Members may return to the center throughout the year and take whatever they want with no additional fees.
“The center accomplishes the dual objectives of enabling teachers and others to obtain materials for their work that would otherwise be unaffordable, as well as reducing the burden on local solid waste disposal systems,” Drobny said.
The Waste Not Center has been located on Fisher Road for about five years. Prior to that, it was in another location and was named "ReArt." The center is open regularly on Thursday afternoons and on the second Saturday morning of each month.
“In a day’s time we will put 50 people through here on average,” Drobny said. “The average member takes about 75 pounds of materials, valued at about $300, on a typical shopping trip.”
About a dozen volunteers help keep the supplies neat and sorted and assist the 2,000 members with finding what they need.

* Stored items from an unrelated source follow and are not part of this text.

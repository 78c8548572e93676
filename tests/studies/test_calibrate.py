"""Calibration: recover known parameters from synthetic noisy curves within their confidence intervals;
measured-curve checks against procplan.outcomes."""

from __future__ import annotations

import numpy as np
import pytest
from numpy.testing import assert_allclose

from procplan.conduction.product import exact_temperature_at_C
from procplan.errors import InvalidInputError
from procplan.model import Checks, LethalityCheck
from procplan.outcomes import check_rule, f_value
from procplan.studies.calibrate import calibrate, fitted_h_record, measured_outcomes
from procplan.studies.logger import clean_logger, read_logger

from .conftest import cylinder_plan

T = np.arange(0.0, 4 * 3600.0 + 1, 60.0)


def _log(temps, decimal_comma=False):
    sep = ";" if decimal_comma else ","
    body = "\n".join(
        f"{a:.0f}{sep}" + (f"{b:.4f}".replace(".", ",") if decimal_comma else f"{b:.4f}")
        for a, b in zip(T, temps, strict=True)
    )
    return clean_logger(read_logger(f"time_s{sep}core\n" + body))


def test_recovers_known_h_within_its_interval():
    # Synthetic data: the exact cylinder solution (Incropera eq. 5.50, checked against Table 5.1 in
    # tests/conduction) with h = 18 W/m²K plus seeded N(0, 0.2 K) noise. The fit must hold h in its 95 %
    # interval, and the interval must be tight (< 1 % wide) for 241 points.
    g = cylinder_plan().product.geometry
    rng = np.random.default_rng(2)
    temps = exact_temperature_at_C(g, 0.5, 1050.0, 3600.0, 18.0, 70.0, 0.0, T, (0.0,)) + rng.normal(
        0, 0.2, T.size
    )
    cal = calibrate(cylinder_plan(), _log(temps, decimal_comma=True), start_C=70.0)
    lo, hi = cal.h_ci95
    assert lo < 18.0 < hi and (hi - lo) / 18.0 < 0.01
    assert cal.method.startswith("exact") and cal.plan_h_W_m2K == 25.0
    assert_allclose(cal.rmse_K, 0.2, rtol=0.15)  # residuals estimate the noise sd
    assert_allclose(cal.residuals["residual_K"].mean(), 0.0, atol=0.05)


def test_recovers_probe_offset_and_diffusivity_factor():
    g = cylinder_plan().product.geometry
    rng = np.random.default_rng(9)
    # probe 7.5 mm off centre (r* = 0.25), diffusivity 10 % high (rho cp / 1.1)
    temps = exact_temperature_at_C(g, 0.5, 1050.0 / 1.1, 3600.0, 18.0, 70.0, 0.0, T, (0.25,))
    temps = temps + rng.normal(0, 0.1, T.size)
    cal = calibrate(cylinder_plan(), _log(temps), fit=("h", "offset_mm", "alpha_factor"), start_C=70.0)
    assert cal.h_ci95[0] < 18.0 < cal.h_ci95[1]
    assert cal.offset_ci95[0] < 7.5 < cal.offset_ci95[1]
    assert cal.alpha_ci95[0] < 1.1 < cal.alpha_ci95[1]


def test_measured_outcomes_match_outcome_functions(rules_library):
    from dataclasses import replace

    g = cylinder_plan().product.geometry
    temps = exact_temperature_at_C(g, 0.5, 1050.0, 3600.0, 18.0, 70.0, 0.0, T, (0.0,))
    plan = replace(
        cylinder_plan("us-food-code-two-stage"),
        checks=Checks(
            cooling_rule="us-food-code-two-stage", lethality=LethalityCheck(preset="listeria-6log")
        ),
    )
    m = measured_outcomes(T, temps, plan, rules_library)
    rc = check_rule(rules_library.rules["us-food-code-two-stage"], T, temps)
    assert m["rule_passed"] == rc.passed and m["rule_margin_min"] == rc.margin_min
    assert m["F_min"] == pytest.approx(float(f_value(T, temps, 70.0, 7.5)[-1]))


def test_record_and_errors():
    g = cylinder_plan().product.geometry
    temps = exact_temperature_at_C(g, 0.5, 1050.0, 3600.0, 18.0, 70.0, 0.0, T, (0.0,))
    cal = calibrate(cylinder_plan(), _log(temps))
    rec = fitted_h_record(cal, product="cyl", data_source="trial 3, line 2", date="2026-01-15")
    assert (
        rec["value"] == cal.h_W_m2K
        and rec["date"] == "2026-01-15"
        and rec["data_source"] == "trial 3, line 2"
    )
    assert_allclose(rec["value"], 18.0, rtol=1e-4)  # noise-free: the fit returns the generating h
    with pytest.raises(InvalidInputError):
        fitted_h_record(cal, product="cyl", date="15/01/2026")
    with pytest.raises(InvalidInputError):
        calibrate(cylinder_plan(), _log(temps), fit=("k",))
    with pytest.raises(InvalidInputError):
        calibrate(cylinder_plan(), _log(temps), channel="nope")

A recent visit found a variety of items available for the taking – everything from trophies, books and VHS cassettes to tennis balls, flower vases and mailing tubes.
“Some things we get in we have no idea what they are for, yet there is always somebody thinking outside the box who can find a use for it. Our members tend to be pretty creative people,” Drobny said.

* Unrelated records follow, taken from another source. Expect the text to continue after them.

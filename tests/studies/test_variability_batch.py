"""The batched finite-volume path of the variability study against run_plan per sample, and its fall-back."""

from __future__ import annotations

import numpy as np
import pytest
from numpy.testing import assert_allclose

from procplan.errors import InvalidInputError
from procplan.geometry import Geometry
from procplan.model import Checks, LethalityCheck, Plan, Product, Step
from procplan.studies.variability import distribution, monte_carlo

# A typical lean-beef composition (common practice, no single source): an input giving Choi–Okos properties
# that depend on temperature, so the engine uses finite volumes.
BEEF = (("water", 0.74), ("protein", 0.22), ("fat", 0.03), ("carbohydrate", 0.0), ("ash", 0.01))


def _beef_plan(steps, checks=None, diameter_m=0.06, start_C=70.0) -> Plan:
    prod = Product("beef", Geometry("cylinder", diameter_m=diameter_m), composition=BEEF)
    return Plan("beef", prod, start_C, tuple(steps), checks=checks or Checks())


DISTS = {
    "start_C": distribution("uniform", 60.0, 75.0),
    "size_factor": distribution("uniform", 0.85, 1.15),
    "h_W_m2K": distribution("lognormal", 25.0, 0.25),
}


def test_chill_batched_agrees_with_run_plan_per_sample(rules_library):
    # Source: the finite-volume accuracy of the single solver's tests (test_finite_volume.py: stop time within
    # 0.3 % of the exact series): the batched path at its own steps against run_plan for the same samples.
    plan = _beef_plan(
        [Step("chill", 8 * 3600.0, 5.0, medium_C=0.0, h_W_m2K=25.0)],
        Checks(cooling_rule="us-food-code-two-stage"),
    )
    kw = {"n_samples": 8, "seed": 4, "corners": False, "library": rules_library}
    batch = monte_carlo(plan, DISTS, **kw)
    run = monte_carlo(plan, DISTS, method="run", executor=None, **kw)
    assert batch.method == "batch" and run.method == "run"
    assert "batched finite volumes" in batch.notes[0]
    tb, tr = (r.samples["time_to_target_min"].to_numpy() for r in (batch, run))
    assert np.all(np.isfinite(tr))
    assert_allclose(tb, tr, rtol=3e-3)
    assert list(batch.samples["rule_passed"]) == list(run.samples["rule_passed"])


def test_cook_lethality_batched_agrees_with_run_plan():
    # Source: as above; F by the general method (Bigelow 1920) on each core history, z = 7.5 K at 70 °C
    # (a common pasteurisation basis, no single source), within 1 % between the two paths.
    plan = _beef_plan(
        [Step("cook", 3 * 3600.0, 72.0, medium_C=85.0, h_W_m2K=400.0)],
        Checks(lethality=LethalityCheck(None, 70.0, 7.5, 2.0)),
        diameter_m=0.05,
        start_C=4.0,
    )
    dists = {"start_C": distribution("uniform", 2.0, 6.0), "h_W_m2K": distribution("uniform", 300.0, 500.0)}
    kw = {"n_samples": 6, "seed": 9, "corners": False}
    batch = monte_carlo(plan, dists, **kw)
    run = monte_carlo(plan, dists, method="run", executor=None, **kw)
    assert batch.method == "batch"
    fb, fr = (r.samples["lethality_F_min"].to_numpy() for r in (batch, run))
    assert np.all(fr > 0)
    assert_allclose(fb, fr, rtol=1e-2)
    assert_allclose(
        batch.samples["time_to_target_min"].to_numpy(),
        run.samples["time_to_target_min"].to_numpy(),
        rtol=3e-3,
    )


def test_falls_back_with_the_reason_and_refuses_batch():
    # Source: the study's contract (procplan/studies/variability.py): a plan the batch cannot run goes to
    # run_plan per sample and says why; method="batch" is refused naming the field.
    steps = [
        Step("chill", 3600.0, None, medium_C=0.0, h_W_m2K=25.0),
        Step("hold", 3600.0, 5.0, medium_C=2.0, h_W_m2K=10.0),
    ]
    plan = _beef_plan(steps, diameter_m=0.03)
    res = monte_carlo(
        plan,
        {"start_C": distribution("uniform", 60.0, 70.0)},
        n_samples=2,
        seed=1,
        corners=False,
        executor=None,
    )
    assert res.method == "run"
    assert any(n.startswith("not batched") and "more than one step" in n for n in res.notes)
    with pytest.raises(InvalidInputError) as e:
        monte_carlo(plan, {"start_C": distribution("uniform", 60.0, 70.0)}, n_samples=2, method="batch")
    assert e.value.field == "method"


def test_batches_on_threads_repeat_and_agree(monkeypatch):
    # Source: the study's contract (same seed, same numbers) and, for the split into batches that each choose
    # their own steps, the finite-volume accuracy as above (0.3 %) between one batch and two.
    import procplan.studies.variability_batch as vb

    plan = _beef_plan([Step("chill", 8 * 3600.0, 5.0, medium_C=0.0, h_W_m2K=25.0)])
    kw = {"n_samples": 40, "seed": 2, "corners": False}
    assert vb.batch_count(999) == 1 and vb.batch_count(10_000) == 4
    one = monte_carlo(plan, DISTS, **kw)
    monkeypatch.setattr(vb, "batch_count", lambda n: 2)
    two = monte_carlo(plan, DISTS, **kw)
    again = monte_carlo(plan, DISTS, **kw)
    assert "2 batch(es)" in two.notes[0]
    assert two.samples.equals(again.samples)
    t1, t2 = (r.samples["time_to_target_min"].to_numpy() for r in (one, two))
    assert_allclose(t2, t1, rtol=3e-3)


def test_invalid_samples_are_left_out_as_on_the_run_path():
    # Source: the study's contract: a sample the engine refuses (here a start above the property table's
    # 150 °C) is counted invalid with the reason, on the batched path as on the run path, the others run.
    plan = _beef_plan([Step("chill", 8 * 3600.0, 5.0, medium_C=0.0, h_W_m2K=25.0)])
    dists = {"start_C": distribution("uniform", 60.0, 200.0)}
    kw = {"n_samples": 6, "seed": 5, "corners": False}
    batch = monte_carlo(plan, dists, **kw)
    run = monte_carlo(plan, dists, method="run", executor=None, **kw)
    assert batch.method == "batch"
    bad = batch.samples["start_C"].to_numpy() > 150.0
    assert 0 < bad.sum() < 6
    assert any(n.startswith(f"{bad.sum()} sample(s) invalid") for n in batch.notes)
    assert any(n.startswith(f"{bad.sum()} sample(s) invalid") for n in run.notes)
    tb, tr = (r.samples["time_to_target_min"].to_numpy() for r in (batch, run))
    assert np.all(np.isnan(tb[bad])) and np.all(np.isnan(tr[bad]))
    assert_allclose(tb[~bad], tr[~bad], rtol=3e-3)


def test_stop_after_the_first_batch_keeps_the_samples_done(monkeypatch):
    # Source: the study's contract (procplan/studies/variability.py, stop): progress after each batch; a stop
    # set then ends the study with the samples done and a note. The kept samples must be exactly the first
    # batch of the same study run to the end (same seed, same batch, same steps).
    import threading

    import procplan.studies.runner as runner
    import procplan.studies.variability_batch as vb

    plan = _beef_plan([Step("chill", 8 * 3600.0, 5.0, medium_C=0.0, h_W_m2K=25.0)])
    kw = {"n_samples": 40, "seed": 2, "corners": False}
    monkeypatch.setattr(vb, "batch_count", lambda n: 2)
    monkeypatch.setattr(runner, "default_workers", lambda: 1)
    full = monte_carlo(plan, DISTS, **kw)
    stop, seen = threading.Event(), []

    def progress(done, total):
        seen.append((done, total))
        stop.set()

    part = monte_carlo(plan, DISTS, progress=progress, stop=stop, **kw)
    assert seen == [(20, 40)]
    assert part.method == "batch" and part.n_samples == 20 and len(part.samples) == 20
    assert any(n.startswith("stopped: 20 of 40 samples done") for n in part.notes)
    assert part.samples.equals(full.samples.iloc[:20])
    assert np.all(np.isfinite(part.samples["time_to_target_min"].to_numpy()))
    assert part.percentiles["time_to_target_min"]["P50"] <= full.samples["time_to_target_min"].max()
    monkeypatch.setattr(runner, "default_workers", lambda: 2)  # on threads: the same first batch is kept
    stop.clear()
    seen.clear()
    threaded = monte_carlo(plan, DISTS, progress=progress, stop=stop, **kw)
    assert seen[0] == (20, 40)
    assert threaded.samples.equals(full.samples.iloc[: threaded.n_samples])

He pointed out a giant bin filled with green plastic tubes, which were intended to be handles for lawn care product spreaders. The design changed, so the manufacturer was stuck with thousands of the finger shaped rubber gadgets. Most people would look at them and declare them useless, Drobny said, but to teachers they are the best finger puppet bases ever.
“Every now and then we will get something people will go ga-ga over,” Drobny said. “You never now what it will be.”

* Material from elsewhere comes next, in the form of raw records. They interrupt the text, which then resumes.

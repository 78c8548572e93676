"""One-sided normal tolerance factors against published values, and the bound against a hand calculation."""

import math

import numpy as np
import pytest
from hypothesis import given
from hypothesis import strategies as hs
from numpy.testing import assert_allclose

from procplan.errors import InvalidInputError
from procplan.studies.tolerance import lower_tolerance_bound, one_sided_k_factor


def test_k_factor_nist_handbook_example():
    # Source: NIST/SEMATECH e-Handbook of Statistical Methods, §7.2.6.3, worked example: n = 43, p = 0.90,
    # γ = 0.99, k1 = 1.8752 (the handbook computes it with its approximate formula; the approximation's
    # error for n ≈ 40 is about 0.1 %, see the next check), so the exact factor must lie within 0.2 %.
    assert_allclose(one_sided_k_factor(43, 0.90, 0.99), 1.8752, rtol=0.002)


def test_k_factor_noncentral_t_worked_example():
    # Source: Real Statistics Using Excel, "Tolerance interval example", Example 1: n = 40, p = 0.90,
    # 99 % confidence: k = 1.9017 by the noncentral t distribution (1.9034 by Natrella's approximation).
    # Four printed digits: tolerance half a unit in the last digit.
    assert_allclose(one_sided_k_factor(40, 0.90, 0.99), 1.9017, atol=5e-5)


@pytest.mark.parametrize("n,p,g,k", [(10, 0.99, 0.95, 3.981), (10, 0.90, 0.95, 2.355)])
def test_k_factor_classic_table(n, p, g, k):
    # Source: one-sided normal tolerance factors as tabulated in Natrella, NBS Handbook 91 (1963), table A-7
    # (from memory); three printed decimals.
    assert_allclose(one_sided_k_factor(n, p, g), k, atol=6e-4)


def test_k_factor_large_sample_approximation():
    # Independent method: for large n, k ≈ z_p + z_γ sqrt(1/n + z_p²/(2n)) (the large-sample normal
    # approximation of x̄ − k s; Natrella 1963, ch. 2, from memory); it tends to z_p = 2.3263 (p = 0.99).
    zp, zg = 2.3263479, 1.6448536
    for n in (5000, 200000):
        approx = zp + zg * math.sqrt(1.0 / n + zp**2 / (2.0 * n))
        assert_allclose(one_sided_k_factor(n, 0.99, 0.95), approx, rtol=1e-3)


def test_bound_by_hand():
    # Hand calculation: values 10, 12, 11, 13, 9: mean 11, s = sqrt(10/4) = 1.5811; bound = 11 − k s.
    v = [10.0, 12.0, 11.0, 13.0, 9.0]
    b = lower_tolerance_bound(v, proportion=0.9, confidence=0.95)
    k = one_sided_k_factor(5, 0.9, 0.95)
    assert_allclose([b.mean, b.sd, b.lower], [11.0, math.sqrt(2.5), 11.0 - k * math.sqrt(2.5)], rtol=1e-12)
    bl = lower_tolerance_bound(v, proportion=0.9, confidence=0.95, model="lognormal")
    lv = np.log10(v)
    assert_allclose(bl.lower, 10 ** (lv.mean() - k * lv.std(ddof=1)), rtol=1e-12)
    assert 0 < bl.lower < min(v)


@given(hs.integers(2, 60), hs.floats(0.5, 0.999), hs.floats(0.5, 0.999))
def test_k_grows_with_proportion_and_confidence(n, p, g):
    # Invariant: more coverage or more confidence never gives a smaller factor.
    k = one_sided_k_factor(n, p, g)
    assert one_sided_k_factor(n, min(p + 0.0005, 0.9995), g) >= k - 1e-9
    assert one_sided_k_factor(n, p, min(g + 0.0005, 0.9995)) >= k - 1e-9


def test_bad_input():
    with pytest.raises(InvalidInputError, match="values"):
        lower_tolerance_bound([3.0])
    with pytest.raises(InvalidInputError, match="proportion"):
        one_sided_k_factor(5, 1.0, 0.95)
    with pytest.raises(InvalidInputError, match="values"):
        lower_tolerance_bound([1.0, -1.0], model="lognormal")
    with pytest.raises(InvalidInputError, match="model"):
        lower_tolerance_bound([1.0, 2.0], model="weibull")
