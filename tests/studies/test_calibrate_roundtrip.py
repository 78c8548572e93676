"""Calibration round trip: fed with a plan's own predicted core curve, calibrate returns the plan's effective h
(packaging included, as the solvers apply it), and saving that h as a measurement leaves the rerun unchanged —
on the 1-D finite-volume, 2-D finite-volume and exact-solution paths."""

from __future__ import annotations

import json
import shutil
from dataclasses import replace

import numpy as np
import pytest

from procplan.cli import main
from procplan.errors import InvalidInputError
from procplan.files.library import DEMO_LIBRARY, load_library, save_measurement, save_product
from procplan.files.plan import save_plan
from procplan.geometry import Geometry
from procplan.model import FixedProperties, Load, Plan, Product, Step
from procplan.run.engine import run_plan
from procplan.studies.calibrate import calibrate, fitted_h_record
from procplan.studies.logger import clean_logger, read_logger
from procplan.surface.layers import PackagingLayer

from .conftest import cylinder_plan


@pytest.fixture()
def lib_root(tmp_path):
    root = tmp_path / "library"
    shutil.copytree(DEMO_LIBRARY, root)
    return root


def _first_step(lib, name):
    # The calibration fits h with the machine's medium at its set point, so the plan's own curve is the
    # empty-machine run (the loaded soup bath drifts below its set point; see test_loaded_plan_is_fitted_...).
    plan = lib.plan(name)
    return replace(plan, steps=plan.steps[:1], load=Load(model="set-point"))


def _own_curve_text(result) -> str:
    h = result.history
    return "time_s,core\n" + "\n".join(
        f"{a:.4f},{b:.6f}" for a, b in zip(h["time_s"], h["core_C"], strict=True)
    )


def _round_trip(plan, root, n_nodes=None):
    """Calibrate on the plan's own prediction, save the h, rerun: (calibration, record, largest change [K])."""
    lib = load_library(root)
    before = run_plan(plan, library=lib, n_nodes=n_nodes)
    log = clean_logger(read_logger(_own_curve_text(before)))
    cal = calibrate(plan, log, library=lib, n_nodes=n_nodes)
    step = plan.steps[0]
    rec = fitted_h_record(
        cal, product=plan.product.name, equipment=step.equipment, settings=step.settings_dict
    )
    save_measurement(root, rec)
    lib2 = load_library(root)
    after = run_plan(plan, library=lib2, n_nodes=n_nodes)
    assert after.steps[0].surface.breakdown.source.startswith("measured h")  # the record applies
    t = before.history["time_s"].to_numpy()
    moved = np.interp(t, after.history["time_s"].to_numpy(), after.history["core_C"].to_numpy())
    return cal, rec, float(np.max(np.abs(moved - before.history["core_C"].to_numpy())))


def test_packaged_soup_1d_finite_volume_round_trip(lib_root):
    # Regression: the fit ran the trial h as a convective h (packaging added again) while the plan's h and the
    # saved record are effective, so the plan's own curve gave h_conv (692) instead of h_eff (519.5).
    plan = _first_step(load_library(lib_root), "soup-pouch-pasteurise")
    cal, rec, change_K = _round_trip(plan, lib_root)
    surface = cal.prediction.steps[0].surface.breakdown
    assert cal.prediction.steps[0].solver == "finite-volume"
    assert plan.product.geometry.shape == "slab"
    assert surface.packaging_resistance_m2K_W > 0
    assert cal.h_W_m2K == pytest.approx(cal.plan_h_W_m2K, rel=0.01)
    assert cal.plan_h_W_m2K == pytest.approx(surface.h_eff_W_m2K)
    assert abs(cal.h_W_m2K - surface.h_conv_W_m2K) > 0.1 * surface.h_conv_W_m2K
    assert cal.h_outside_W_m2K == pytest.approx(surface.h_conv_W_m2K, rel=0.01)
    assert rec["h_basis"] == "effective" and "packaging" in rec["basis"]
    assert rec["packaging_resistance_m2K_W"] == pytest.approx(surface.packaging_resistance_m2K_W)
    assert change_K < 0.05


def test_packaged_roulade_2d_finite_volume_round_trip(lib_root):
    plan = _first_step(load_library(lib_root), "roulade-blast-chill")
    cal, rec, change_K = _round_trip(plan, lib_root, n_nodes=(10, 10))
    surface = cal.prediction.steps[0].surface.breakdown
    assert plan.product.geometry.shape == "finite-cylinder"
    assert cal.prediction.steps[0].solver == "finite-volume"
    assert surface.packaging_resistance_m2K_W > 0 and surface.h_rad_W_m2K > 0
    assert cal.h_W_m2K == pytest.approx(cal.plan_h_W_m2K, rel=0.01)
    assert change_K < 0.05


def test_exact_solution_round_trip_with_packaging(lib_root):
    product = Product(
        "test-slab",
        Geometry("slab", thickness_m=0.03),
        fixed_properties=FixedProperties(0.5, 1050.0, 3600.0),
        packaging=(PackagingLayer("film", 0.2e-3, 0.2),),
    )
    save_product(lib_root, product)
    lib = load_library(lib_root)
    step = Step(
        "bath", 1800.0, equipment="waterbath-w2", settings=(("water_C", 80.0), ("water_speed_m_s", 0.1))
    )
    plan = Plan("slab", lib.products["test-slab"], 10.0, (step,))
    cal, rec, change_K = _round_trip(plan, lib_root)
    assert cal.method.startswith("exact") and cal.packaging_resistance_m2K_W == pytest.approx(1e-3)
    assert cal.h_W_m2K == pytest.approx(cal.plan_h_W_m2K, rel=0.01)
    assert change_K < 0.05


def test_cli_states_the_h_basis_in_output_and_saved_record(lib_root, tmp_path, capsys):
    lib = load_library(lib_root)
    plan = _first_step(lib, "soup-pouch-pasteurise")
    log = tmp_path / "soup.csv"
    log.write_text(_own_curve_text(run_plan(plan, library=lib)))
    plan_file = save_plan(plan, tmp_path / "soup.toml")
    args = ["--library", str(lib_root), "calibrate", str(log), "--plan", str(plan_file), "--record"]
    assert main([*args, "soup-pouch", "--json", "--save"]) == 0
    out = json.loads(capsys.readouterr().out)
    assert out["h_basis"] == "effective" and out["record"]["h_basis"] == "effective"
    assert out["h_W_m2K"] == pytest.approx(out["plan_h_W_m2K"], rel=0.01)
    saved = open(out["record_saved_to"], encoding="utf-8").read()
    assert 'h_basis = "effective"' in saved and "packaging_resistance_m2K_W" in saved
    assert main([*args, "soup-pouch"]) == 0
    assert "effective h" in capsys.readouterr().out


@pytest.mark.parametrize(
    "body, problem",
    [
        ("0,70\n60,69\n120,68\n", "samples"),  # short
        ("0,70\n60,70\n120,70.1\n180,70\n240,70\n300,70\n", "change"),  # flat
    ],
)
def test_short_or_flat_curve_names_the_channel(body, problem):
    with pytest.raises(InvalidInputError) as exc:
        calibrate(cylinder_plan(), clean_logger(read_logger("time_s,core\n" + body)))
    assert exc.value.field == "log.core" and problem in str(exc.value)


def test_curve_insensitive_to_h_raises_invalid_input():
    # Two minutes of a 60 mm cylinder: the core has not moved yet, whatever h is (the start transient only).
    t = np.arange(0.0, 121.0, 10.0)
    body = "\n".join(
        f"{a:g},{70.0 - 0.1 * (a / 120.0) + (0.6 if i == 6 else 0.0):.4f}" for i, a in enumerate(t)
    )
    with pytest.raises(InvalidInputError) as exc:
        calibrate(cylinder_plan(), clean_logger(read_logger("time_s,core\n" + body)), start_C=70.0)
    assert exc.value.field == "log.core"


def test_loaded_plan_is_fitted_at_the_set_point_and_says_so(lib_root):
    # A loaded bath that cannot hold its set point: the fit runs the empty machine and notes the drift it absorbs
    lib = load_library(lib_root)
    plan = _first_step(lib, "soup-pouch-pasteurise")
    loaded = replace(plan, load=Load(model="loaded"))
    before = run_plan(plan, library=lib)
    cal = calibrate(loaded, clean_logger(read_logger(_own_curve_text(before))), library=lib)
    assert cal.h_W_m2K == pytest.approx(cal.plan_h_W_m2K, rel=0.01)
    assert any("set point" in n for n in cal.notes)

There is always a demand for out-of-season display materials from retail establishments, scrap from manufacturing operations, paper, poster board, carpet squares, pens, folders, markers, containers, vases and envelopes. The Waste Not Center does not take computers, electronics, food, furniture, clothing or sporting equipment.
“One thing we have a lot of is three ring binders,” he laughed. “Every business in town is getting rid of paper records.”
Members come from all over central Ohio to see what treasures they can find. There are others who travel from as far as Mansfield, Zanesville and Springfield.
Joe Rotella, an Upper Arlington resident and part-time artist, visits the Waste Not Center frequently.
“We had an art instructor tell us about it,” Rotella said. “I bet we have donated close to 1,000 pounds of items here.”
Megan Moriarty, a Short North resident, said she has been coming to the Waste Not Center for about four years. She is an artist who also gives lessons, and was excited about finding wire framing for wreaths that she planned to have her students cover in faux animal fur she found in a previous visit.
“You have to be consistent,” Moriarty said. “You have to come here all the time. You have to be creative and not just look at things for what they are.”
A one-year membership costs $35 for a home-schooling family; $45 for a student; $75 for an artist or teacher; $125 for a small non-profit; or $295 for a large non-profit or an entire school building.
“People think it is too good to be true,” Drobny said. “Most anybody who comes in gets their fee back in the first visit.”